A Lenda do Água para o café

Contava dona Graça, aos seus netos, abaixo do sombreado das árvores do quintal, num luar terminal, da Rua do Fio, quando a energia elétrica da Celpa foi-se sem avisar, que nos idos da Belém da saudade, quando dona Flor faleceu e os vizinhos, da época eram mais do que família, se banhava os mortos pra depois enterrar. Por aquela lembrança, veio à tona um fato, que segundo ela aconteceu de verdade e começou a discorre:

- De súbito dona Flor, uma das maiores tacacazeiras do norte, veio a óbito dormindo.

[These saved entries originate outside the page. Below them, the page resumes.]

/**
 * The ridge problem in spectral form. With R the triangular factor of the (centered, when
 * there is an intercept) design and z the matching part of Qᵀy, the penalized problem
 *   minimize ‖z − R w‖² + λ Σ_q γ_q (s_q w_q)²
 * becomes, for u_q = √γ_q s_q w_q and M = R·diag(1/(√γ_q s_q)) = U diag(σ) Vᵀ, c = Uᵀz:
 *   u(λ) = V diag(σ/(σ²+λ)) c,          df(λ) = Σ σ²/(σ²+λ),
 *   C(λ) = ‖u‖² = Σ (σc/(σ²+λ))²,        RSS(λ) = ρ² + Σ (λc/(σ²+λ))²,
 * where ρ² is the unpenalized residual sum of squares (Hastie, Tibshirani & Friedman,
 * *Elements of Statistical Learning*, 2nd ed., eq. 3.47 and §3.4.1 for df). Every λ then costs
 * O(p²) (coefficients) or O(p) (df, C, RSS). Used by the exact fit for df, condition and budget,
 * and by the sweep for every fold.
 *
 * @module
 */
import { jacobiSvd } from "../numeric/svd.ts";

/** A ridge problem reduced to p numbers per direction. */
export interface SpectralForm {
  /** Singular values σ_j of M, descending. */
  readonly sigma: Float64Array;
  /** c = Uᵀz. */
  readonly c: Float64Array;
  /** Right singular vectors of M (columns), length p each. */
  readonly v: readonly Float64Array[];
  /** 1/(√γ_q s_q): maps u back to coefficients w. */
  readonly metric: Float64Array;
  /** Unpenalized residual sum of squares ρ². */
  readonly rho2: number;
}

/**
 * Triangular factor R (p×p, as columns) and z, ρ² of a least-squares problem: with an intercept,
 * the trailing block of the factor of [1 Z y], i.e. the centered problem (Golub & Van Loan
 * §5.3), so the intercept stays unpenalized. Made by `triangularOf` in ./exact.ts.
 */
export interface Triangular {
  readonly r: Float64Array[];
  readonly z: Float64Array;
  readonly rho2: number;
}

/**
 * Spectral form of the reduced problem for scales `s` and penalty weights `gamma` (> 0).
 *
 * @example
 * ```ts
 * import { degreesOfFreedom, spectralForm } from "./spectral.ts";
 * import { factorData, triangularOf } from "./exact.ts";
 * const design = { n: 3, p: 1, hi: Float64Array.of(0, 1, 2), lo: new Float64Array(3) };
 * const t = triangularOf(factorData(design, true), Float64Array.of(1, 3, 5));
 * const sf = spectralForm(t, Float64Array.of(1), Float64Array.of(1));
 * console.log(degreesOfFreedom(sf, 0)); // 1
 * ```
 */
export function spectralForm(t: Triangular, s: Float64Array, gamma: Float64Array): SpectralForm {
  const metric = Float64Array.from(s, (sq, q) => 1 / (Math.sqrt(gamma[q]) * sq));
  const m = t.r.map((col, q) => col.map((x) => x * metric[q]));
  const svd = jacobiSvd(m);
  const c = Float64Array.from(svd.u, (u) => {
    let acc = 0;
    for (let i = 0; i < u.length; i++) acc += u[i] * t.z[i];
    return acc;
  });
  return { sigma: svd.s, c, v: svd.v, metric, rho2: t.rho2 };
}

/** df(λ) = Σ σ²/(σ²+λ). */
export function degreesOfFreedom(sf: SpectralForm, lambda: number): number {
  let df = 0;
  for (const s of sf.sigma) df += s === 0 ? 0 : (s * s) / (s * s + lambda);
  return df;
}

/** C(λ) = Σ γ_q (s_q w_q)² of the solution at λ. */
export function budgetAt(sf: SpectralForm, lambda: number): number {
  let b = 0;
  for (let j = 0; j < sf.sigma.length; j++) {
    const s = sf.sigma[j];
    const t = s === 0 ? 0 : (s * sf.c[j]) / (s * s + lambda);
    b += t * t;
  }
  return b;
}

/** Residual sum of squares of the fitted rows at λ. */
export function rssAt(sf: SpectralForm, lambda: number): number {
  let rss = sf.rho2;
  for (let j = 0; j < sf.sigma.length; j++) {
    const s = sf.sigma[j];
    const t = s === 0 ? sf.c[j] : (lambda * sf.c[j]) / (s * s + lambda);
    rss += t * t;
  }
  return rss;
}

/** Coefficients w(λ) on the design's own scale. */
export function coefficientsAt(sf: SpectralForm, lambda: number): Float64Array {
  const p = sf.metric.length;
  const w = new Float64Array(p);
  for (let j = 0; j < sf.sigma.length; j++) {
    const s = sf.sigma[j];
    if (s === 0) continue;
    const f = (s * sf.c[j]) / (s * s + lambda);
    const v = sf.v[j];
    for (let q = 0; q < p; q++) w[q] += v[q] * f;
  }
  for (let q = 0; q < p; q++) w[q] *= sf.metric[q];
  return w;
}

/**
 * The λ ≥ 0 whose solution has budget exactly `budget`: safeguarded Newton on the secular
 * equation 1/√C(λ) − 1/√budget = 0 (nearly linear in λ; Reinsch 1971, Moré & Sorensen 1983),
 * bisecting whenever a step leaves the bracket. Returns 0 when the unpenalized solution
 * already meets the budget. Converges to |C(λ)/budget − 1| ≤ 1e-14.
 *
 * @example
 * ```ts
 * import { budgetAt, lambdaForBudget, spectralForm } from "./spectral.ts";
 * import { factorData, triangularOf } from "./exact.ts";
 * const design = { n: 4, p: 1, hi: Float64Array.of(0, 1, 2, 3), lo: new Float64Array(4) };
 * const t = triangularOf(factorData(design, true), Float64Array.of(1, 2, 2, 4));
 * const sf = spectralForm(t, Float64Array.of(1), Float64Array.of(1));
 * const lam = lambdaForBudget(sf, 0.25);
 * console.log(Math.abs(budgetAt(sf, lam) - 0.25) < 1e-12); // true
 * ```
 */
export function lambdaForBudget(sf: SpectralForm, budget: number): number {
  const full = sf.sigma.some((s) => s === 0) ? Infinity : budgetAt(sf, 0);
  if (budget >= full) return 0;
  if (budget <= 0) return Infinity;
  let top = 0;
  for (let j = 0; j < sf.sigma.length; j++) top += (sf.sigma[j] * sf.c[j]) ** 2;
  let lo = 0;
  let hi = Math.sqrt(top / budget); // C(hi) ≤ Σ(σc)²/hi² = budget
  let lambda = hi / 2;
  const target = 1 / Math.sqrt(budget);
  for (let iter = 0; iter < 200; iter++) {
    const c = budgetAt(sf, lambda);
    if (Math.abs(c / budget - 1) <= 1e-14) return lambda;
    if (c > budget) lo = lambda;
    else hi = lambda;
    let dc = 0;
    for (let j = 0; j < sf.sigma.length; j++) {
      const s2 = sf.sigma[j] ** 2;
      dc -= (2 * s2 * sf.c[j] ** 2) / (s2 + lambda) ** 3;
    }
    const phi = 1 / Math.sqrt(c) - target;
    const dphi = -0.5 * dc / (c * Math.sqrt(c));
    const next = lambda - phi / dphi;
    lambda = next > lo && next < hi ? next : (lo + hi) / 2;
    if (hi - lo <= 1e-16 * hi) return lambda;
  }
  return lambda;
}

Um corre, corre se instalou no interior daquela casa, que ficava localizada na Bernaldo Couto, próximo a Doca. Parentes, amigos, vizinhos e curiosos logo multiplicaram dentro e fora da residência. No quarto da dona flor, alguns parentes e amigos discutiam quem iria banhar o corpo, pois naquela época era comum, com falado anteriormente, banhar o corpo pra depois vestir e vela-lo.

Já era cinco e qualquer coisa da manhã, quando as indicadas, dona Zulmira, mais Rosa e Eulália foram cumprir a tarefa, e assim, também prestar homenagem a falecida.

Como desde aquela época também, em Belém era como hoje, a falta de compromisso e respeito com a população, faltou água no local. Mas que foi deficitariamente sanada por jovens dispostos como Betinho e Júnior, vizinhos, que se dispuseram em ir lá João Balbi, na casa do professor Waldir e pegar quatro baldes de água.

Na chegada, com a casa repleta de pessoas esperando foram as pressas deixar no quarto os baldes, pois as senhoras tinham pressa em lavar o corpo da dona Flor. Como a água era pouca lavava-se e aparava-se a mesma água para o bom aproveitamento do mineral. No final, Rosa pegou dois baldes reaproveitado da água, que sobrou do banho e os deixou na cozinha, com a finalidade de jogar no quintal, mas foi interrompida por seu Leopoldo, que reclamou da força que a mulher estava fazendo e disse:

- Ora mulher, onde tem homem, mulher não trabalha. Dê-me aqui, que eu levo. Pra onde devo jogar?

E Rosa disse-lhe:

- Jogue lá no fundo do quintal sobre os jasmins. Dito isso, a moça voltou pro quarto pra ajudar as outras a vestir o corpo. Por sua vez o homem, que estava na entrada da porta da cozinha, com os baldes, distraiu-se com o chamado do seu Manduca, por cima da cerca e descansou os dois baldes ainda no chão da entrada da cozinha e foi dar ouvidos a pergunta:

- Otaciel, o que foi que houve?

- Ah meu velho, o senhor ainda não soube, a Dona Flor nos deixou.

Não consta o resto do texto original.